WORK ITEM: Your answer should be the exact lines of the records, starting with the one containing "from scalewright.estimate.fiml import" and running to the end.

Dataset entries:
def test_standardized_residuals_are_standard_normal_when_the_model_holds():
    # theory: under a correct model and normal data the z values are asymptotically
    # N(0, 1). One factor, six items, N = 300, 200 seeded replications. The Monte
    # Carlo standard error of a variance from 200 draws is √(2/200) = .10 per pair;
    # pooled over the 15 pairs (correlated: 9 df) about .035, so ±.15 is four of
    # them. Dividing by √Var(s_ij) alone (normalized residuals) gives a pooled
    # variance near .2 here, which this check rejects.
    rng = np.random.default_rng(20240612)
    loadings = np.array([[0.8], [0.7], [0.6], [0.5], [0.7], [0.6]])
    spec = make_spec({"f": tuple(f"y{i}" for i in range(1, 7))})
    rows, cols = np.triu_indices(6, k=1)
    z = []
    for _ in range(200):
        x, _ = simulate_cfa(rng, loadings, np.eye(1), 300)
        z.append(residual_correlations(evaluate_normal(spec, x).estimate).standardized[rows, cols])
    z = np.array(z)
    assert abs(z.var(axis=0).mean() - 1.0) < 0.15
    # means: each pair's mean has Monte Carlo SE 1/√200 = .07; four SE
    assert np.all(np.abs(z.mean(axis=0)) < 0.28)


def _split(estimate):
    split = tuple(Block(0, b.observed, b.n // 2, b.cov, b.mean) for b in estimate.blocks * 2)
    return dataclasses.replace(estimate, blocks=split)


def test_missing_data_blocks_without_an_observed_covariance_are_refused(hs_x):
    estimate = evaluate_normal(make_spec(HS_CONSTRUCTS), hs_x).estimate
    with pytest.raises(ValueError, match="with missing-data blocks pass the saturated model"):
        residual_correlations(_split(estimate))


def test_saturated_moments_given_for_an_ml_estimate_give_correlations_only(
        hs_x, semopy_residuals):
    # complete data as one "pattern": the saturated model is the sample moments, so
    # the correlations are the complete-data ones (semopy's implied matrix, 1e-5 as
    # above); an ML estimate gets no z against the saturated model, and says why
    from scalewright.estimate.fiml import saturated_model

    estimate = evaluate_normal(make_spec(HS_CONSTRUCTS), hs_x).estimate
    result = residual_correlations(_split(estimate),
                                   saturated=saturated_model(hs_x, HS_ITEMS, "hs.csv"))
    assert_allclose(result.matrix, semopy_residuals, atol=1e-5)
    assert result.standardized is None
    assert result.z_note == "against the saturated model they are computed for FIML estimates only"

YOUR SOLUTION:
    from scalewright.estimate.fiml import saturated_model

    estimate = evaluate_normal(make_spec(HS_CONSTRUCTS), hs_x).estimate
    result = residual_correlations(_split(estimate),
                                   saturated=saturated_model(hs_x, HS_ITEMS, "hs.csv"))
    assert_allclose(result.matrix, semopy_residuals, atol=1e-5)
    assert result.standardized is None
    assert result.z_note == "against the saturated model they are computed for FIML estimates only"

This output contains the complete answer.